Which lines have the string "list"? Copy all of them from the entries below.

(Saved data entries)
____________

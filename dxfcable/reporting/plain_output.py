"""Tables and lines for a pipe or a file, laid out without loading rich.

What rich would print there at a fixed width is laid out here to the same letters, which
`tests/test_plain_output.py` holds side by side. What is not plain - letters of other than one
column, a word or a table wider than the page - is handed on to rich.
"""

from __future__ import annotations

import os
import re
from dataclasses import dataclass, field
from typing import TYPE_CHECKING, TextIO

if TYPE_CHECKING:
    from rich.console import Console
    from rich.table import Table as RichTable

WIDTH = 110
_GAP = "   "
_WORD = re.compile(r"\s*\S+\s*")
_COLORING = ("FORCE_COLOR", "TTY_COMPATIBLE")  # by which rich is told to treat a pipe as a terminal


def is_plain(stream: TextIO) -> bool:
    """Tell whether a stream takes text as it is: no terminal, nor to be treated as one."""
    encoding = (stream.encoding or "utf-8").lower()
    asked = any(os.environ.get(name) for name in _COLORING)
    return not stream.isatty() and not asked and encoding.startswith("utf")


def rich_console(stream: TextIO) -> Console:
    """Return rich's console, which prints text as it is."""
    from rich.console import Console

    width = None if stream.isatty() else WIDTH
    return Console(file=stream, highlight=False, markup=False, emoji=False, width=width)


@dataclass(frozen=True, slots=True, eq=False)
class Table:
    """A table whose first column is text and whose others are numbers."""

    columns: tuple[str, ...]
    rows: list[tuple[str, ...]] = field(default_factory=list)

    def add_row(self, *cells: str) -> None:
        """Add a row, a cell for each column."""
        self.rows.append(cells)

    def lines(self) -> list[str] | None:
        """Lay the table out, None where that takes rich."""
        whole = [self.columns, *self.rows]
        if not all(_is_simple(cell) for row in whole for cell in row):
            return None
        widths = [max(map(len, column)) for column in zip(*whole, strict=True)]
        total = sum(widths) + len(_GAP) * (len(widths) - 1)
        if not 0 < total <= WIDTH - 2:
            return None
        head, *body = [_row(cells, widths) for cells in whole]
        blank = " " * (total + 2)
        return [blank, head, f" {total * chr(0x2500)} ", *body, blank]

    def __rich__(self) -> RichTable:
        """Return the same table for a terminal."""
        from rich.box import SIMPLE_HEAD
        from rich.table import Table as RichTable

        table = RichTable(box=SIMPLE_HEAD, pad_edge=False)
        for number, column in enumerate(self.columns):
            table.add_column(column, justify="left" if number == 0 else "right", no_wrap=True)
        for row in self.rows:
            table.add_row(*row)
        return table


class PlainConsole:
    """Prints to a stream that is no terminal; styles are left out."""

    def __init__(self, stream: TextIO) -> None:
        self._stream = stream

    def print(
        self, what: str | Table = "", *, style: str | None = None, soft_wrap: bool = False
    ) -> None:
        """Print a text, its long lines parted at blanks unless `soft_wrap`, or a table."""
        lines = what.lines() if isinstance(what, Table) else _lines(what, soft_wrap=soft_wrap)
        if lines is None:
            rich_console(self._stream).print(what, style=style, soft_wrap=soft_wrap)
        else:
            self._stream.write("".join(f"{line}\n" for line in lines))


def _is_simple(text: str) -> bool:
    """Tell whether every letter takes one column."""
    return text.isascii() and (text.isprintable() or not text)


def _row(cells: tuple[str, ...], widths: list[int]) -> str:
    """Lay out one row."""
    first, *others = zip(cells, widths, strict=True)
    words = [first[0].ljust(first[1]), *(cell.rstrip().rjust(width) for cell, width in others)]
    return f" {_GAP.join(words)} "


def _lines(text: str, *, soft_wrap: bool) -> list[str] | None:
    """Part a text into lines, None where that takes rich."""
    lines: list[str] = []
    for line in text.split("\n"):
        if not _is_simple(line):
            return None
        if soft_wrap or len(line) <= WIDTH:
            lines.append(line)
            continue
        parts = _parted(line)
        if parts is None:
            return None
        lines += parts
    return lines


def _parted(line: str) -> list[str] | None:
    """Part a line before the words that pass the page; None where a word is wider than that."""
    parts: list[str] = []
    start, used = 0, 0
    for word in _WORD.finditer(line):
        size = len(word[0].rstrip())
        if size > WIDTH:
            return None
        if used + size > WIDTH:
            parts.append(line[start : word.start()][:WIDTH])
            start, used = word.start(), 0
        used += len(word[0])
    return [*parts, line[start:][:WIDTH]]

____________

Written solution
    rows: list[tuple[str, ...]] = field(default_factory=list)
    def lines(self) -> list[str] | None:
def _row(cells: tuple[str, ...], widths: list[int]) -> str:
def _lines(text: str, *, soft_wrap: bool) -> list[str] | None:
    lines: list[str] = []
def _parted(line: str) -> list[str] | None:
    parts: list[str] = []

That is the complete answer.